How to forecast using the Tensorflow model?

If I understand your question correctly, by forecasting you mean predicting multiple closing prices in future (for example next 5 closing prices from current state). I went through your jupyter notebook. In short, you can not easily do that.

Right now your code takes the last three positions defined by multiple futures (open/low/high/close prices and some indicators values). Based on that you predict next closing price. If you would like to predict even further position, you would have to create an "artificial" position based on the predicted closing price. Here you can approximate that open price is same as previous closing, but you can only guess high and low prices. Then you would calculate other futures/values (from indicators) and use this position with previous two to predict next closing price. You can continue like this for future steps.

The issue is in the open/low/high prices because you can only approximate them. You could remove them from data, retrain the model, and make predictions without them, but they may be necessary for indicators calculations.

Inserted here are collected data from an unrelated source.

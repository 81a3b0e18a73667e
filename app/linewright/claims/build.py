"""Claims out of the mixture's marginals: species posteriors, candidates, blends."""

from __future__ import annotations

import numpy as np

from .breakdown import breakdowns
from .model import Candidate, Claim, standing_of
from .entries import SHARE_EXPONENT
from .mixture import Solution
from .populations import SIGNS, UNGRADED

KEPT = 6  # candidates kept per feature
BLEND_SHARE = 0.2  # contributors of at least this share are listed
LONE_SHARE = 0.7  # a group whose top share is below this is a blend


def species_posteriors(solution: Solution, names):
    """Per pair: P(the pair's species made the feature), summed over its lines.

    names: (n_entries,) species name index of each entry.
    """
    key = solution.feature.astype(np.int64) * (int(names.max(initial=0)) + 1)
    key = key + names[solution.entry]
    unique, inverse = np.unique(key, return_inverse=True)
    return np.bincount(inverse, solution.probability, len(unique))[inverse]


def build_claims(solution: Solution, catalogue, components, rows=None) -> tuple[Claim, ...]:
    """One claim per feature, in feature order; rows: of these features only, (k,) indices."""
    if rows is not None:
        solution = solution.of(rows)
    species_p = species_posteriors(solution, catalogue.species[solution.problem.entries.row])
    order = np.lexsort((-solution.probability, -species_p, solution.feature))
    sure = _certainty(solution, components)
    kept = order[_diverse(solution, catalogue, order)]
    candidates = _candidates(solution, catalogue, components, (kept, sure))
    count = len(solution.problem.features)
    bounds = np.searchsorted(solution.feature[kept], np.arange(count + 1))
    best = kept[bounds[:-1][bounds[1:] > bounds[:-1]]]
    blends = dict(zip(solution.feature[best].tolist(), _blends(solution, catalogue, best)))
    probability = dict(
        zip(solution.feature[best].tolist(), np.minimum(species_p[best], 1.0).tolist())
    )
    unlisted = (1.0 - (1.0 - solution.unlisted) * sure).tolist()
    bounds, sure = bounds.tolist(), sure.tolist()
    return tuple(
        _claim(
            candidates[bounds[i] : bounds[i + 1]],
            probability[i] * sure[i],
            unlisted[i],
            blends[i],
        )
        if i in blends
        else Claim(p_unlisted=1.0)
        for i in (range(count) if rows is None else rows)
    )


def _claim(candidates, probability: float, unlisted: float, blend) -> Claim:
    best = candidates[0]
    others = (c.species for c in candidates if c.species != best.species)
    return Claim(
        species=best.species,
        probability=probability,
        p_line=min(best.probability, 1.0),
        p_unlisted=unlisted,
        standing=standing_of(probability),
        origin=best.origin,
        candidates=candidates,
        blend=blend,
        runner_up=next(others, ""),
    )


def _predicted_depths(solution: Solution, entries):
    """Central depth the learned relation predicts for the group of each of these entries; NaN
    where the population's depths are not predicted or no depth was measured."""
    population, total = solution.problem.entries.population[entries], solution.groups.total[entries]
    depth = np.full(len(entries), np.nan)
    if not np.any(np.isfinite(solution.problem.features.strength)):
        return depth
    for k, relation in enumerate(solution.state.relation):
        if k not in UNGRADED and SIGNS[k] > 0:
            here = population == k
            depth[here] = 1.0 / (1.0 + 10.0 ** (-relation(total[here])))
    return depth


def _diverse(solution: Solution, catalogue, order):
    """Positions in ``order`` (pairs ranked within each feature) of the best lines, at most two
    of a species, so that rivals stay visible."""
    feature = solution.feature[order].astype(np.int64)
    name = catalogue.species[solution.problem.entries.row[solution.entry[order]]]
    key = feature * (int(name.max(initial=0)) + 1) + name
    chosen = np.nonzero(_rank_within(key) < 2)[0]
    return chosen[_rank_within(feature[chosen]) < KEPT]


def _rank_within(key):
    """Running number (from 0) of each row among the rows of its key, in row order."""
    order = np.argsort(key, kind="stable")
    ranked = key[order]
    start = np.nonzero(np.concatenate(([True], ranked[1:] != ranked[:-1])))[0]
    size = np.diff(np.concatenate((start, [len(key)])))
    out = np.empty(len(key), dtype=np.int64)
    out[order] = np.arange(len(key)) - np.repeat(start, size)
    return out


def _certainty(solution: Solution, components):
    """Certainty (f,) of the components behind each feature's pairs, weighted by probability."""
    certain = np.array([c.certainty for c in components])
    count = len(solution.problem.features)
    if np.all(certain == 1.0):
        return np.ones(count)
    own = certain[solution.problem.entries.component[solution.entry]]
    weight = solution.probability + 1e-12
    total = np.bincount(solution.feature, weight, count)
    mean = np.bincount(solution.feature, weight * own, count) / np.where(total > 0, total, 1.0)
    return np.where(total > 0, mean, 1.0)


def _candidates(solution: Solution, catalogue, components, chosen):
    """Candidates of the chosen pairs; chosen: (pair indices, certainty per feature)."""
    pairs, sure = chosen
    e, entry = solution.problem.entries, solution.entry[pairs]
    row = e.row[entry]
    origins = [c.origin for c in components]
    owner = e.component[entry]
    velocity = _velocities(components, owner, row)
    probability = np.minimum(solution.probability[pairs], 1.0) * sure[solution.feature[pairs]]
    columns = (
        [catalogue.species_names[i] for i in catalogue.species[row].tolist()],
        [origins[i] for i in owner.tolist()],
        catalogue.wave[row].tolist(),
        catalogue.wave_err[row].tolist(),
        catalogue.e_low[row].tolist(),
        catalogue.loggf[row].tolist(),
        velocity.tolist(),
        probability.tolist(),
        solution.groups.share[entry].tolist(),
        solution.offset_sigma[pairs].tolist(),
        _predicted_depths(solution, entry).tolist(),
        [catalogue.source_keys[i] for i in catalogue.source[row].tolist()],
        breakdowns(solution, pairs),
    )
    return tuple(map(Candidate, *columns))


def _velocities(components, owner, row):
    """km/s of the components behind some lines, or of their ions where these have their own."""
    velocity = np.array([c.velocity for c in components], dtype=float)[owner]
    for i, component in enumerate(components):
        if component.ions is not None:
            mine = owner == i
            velocity[mine] += component.ions.shift[row[mine]]
    return velocity


def _blends(solution: Solution, catalogue, pairs):
    """Per pair the other lines of its line's group that carry a share of at least a fifth."""
    e, best = solution.problem.entries, solution.entry[pairs]
    half = solution.problem.group_half_width[best]
    low = np.searchsorted(e.wave, e.wave[best] - half)
    high = np.searchsorted(e.wave, e.wave[best] + half)
    owner = np.repeat(np.arange(len(best)), high - low)
    near = np.arange(len(owner)) - np.repeat(np.cumsum(high - low) - high, high - low)
    mine = best[owner]
    other = (e.population[near] == e.population[mine]) & (near != mine)
    owner, near, mine = owner[other], near[other], mine[other]
    relative = 10.0 ** (SHARE_EXPONENT * (solution.strength[near] - solution.strength[mine]))
    share = np.minimum(solution.groups.share[mine] * relative, 1.0)
    listed = np.nonzero(share >= BLEND_SHARE)[0]
    listed = listed[np.lexsort((-share[listed], owner[listed]))]
    out: list[tuple] = [()] * len(best)
    row = e.row[near[listed]]
    for i, *contributor in zip(
        owner[listed].tolist(),
        [catalogue.species_names[k] for k in catalogue.species[row].tolist()],
        catalogue.wave[row].tolist(),
        share[listed].tolist(),
    ):
        out[i] += (tuple(contributor),)
    return out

I somehow compressed your code here to show the approach of predicting all OHLC prices:

# Data
xTrain = datasetTrain[
    ["open", "high", "low", "close", "k",
     "d", "atr", "macdmain", "macdsgnal",
     "bbup", "bbmid", "bblow"]].as_matrix()
yTrain = datasetTrain[["open", "high", "low", "close"]].as_matrix()

# Settings
batch_size = 1
num_batches = 1000
truncated_backprop_length = 3
state_size = 12

num_features = 12
num_classes = 4

# Graph
batchX_placeholder = tf.placeholder(
    dtype=tf.float32,
    shape=[None, truncated_backprop_length, num_features],
    name='data_ph')
batchY_placeholder = tf.placeholder(
    dtype=tf.float32,
    shape=[None, num_classes],
    name='target_ph')


cell = tf.contrib.rnn.BasicRNNCell(num_units=state_size)
states_series, current_state = tf.nn.dynamic_rnn(
    cell=cell,
    inputs=batchX_placeholder,
    dtype=tf.float32)

states_series = tf.transpose(states_series, [1,0,2])

last_state = tf.gather(
    params=states_series,
    indices=states_series.get_shape()[0]-1)

weight = tf.Variable(tf.truncated_normal([state_size, num_classes]))
bias = tf.Variable(tf.constant(0.1, shape=[num_classes]))

prediction = tf.matmul(last_state, weight) + bias


loss = tf.reduce_mean(tf.squared_difference(last_label, prediction))
train_step = tf.train.AdamOptimizer(learning_rate=0.001).minimize(loss)

# Training
for batch_idx in range(num_batches):
    start_idx = batch_idx
    end_idx = start_idx + truncated_backprop_length


    batchX = xTrain[start_idx:end_idx,:].reshape(batch_size, truncated_backprop_length, num_features)
    batchY = yTrain[end_idx].reshape(batch_size, truncated_backprop_length, num_classes)


    feed = {batchX_placeholder: batchX, batchY_placeholder: batchY}

    _loss, _train_step, _pred, _last_label,_prediction = sess.run(
        fetches=[loss, train_step, prediction, last_label, prediction],
        feed_dict=feed)

I think it is not important to write the whole code plus I don't know how are the indicators calculated. Also you should change way of data feeding because right now it only works with batches os size 1.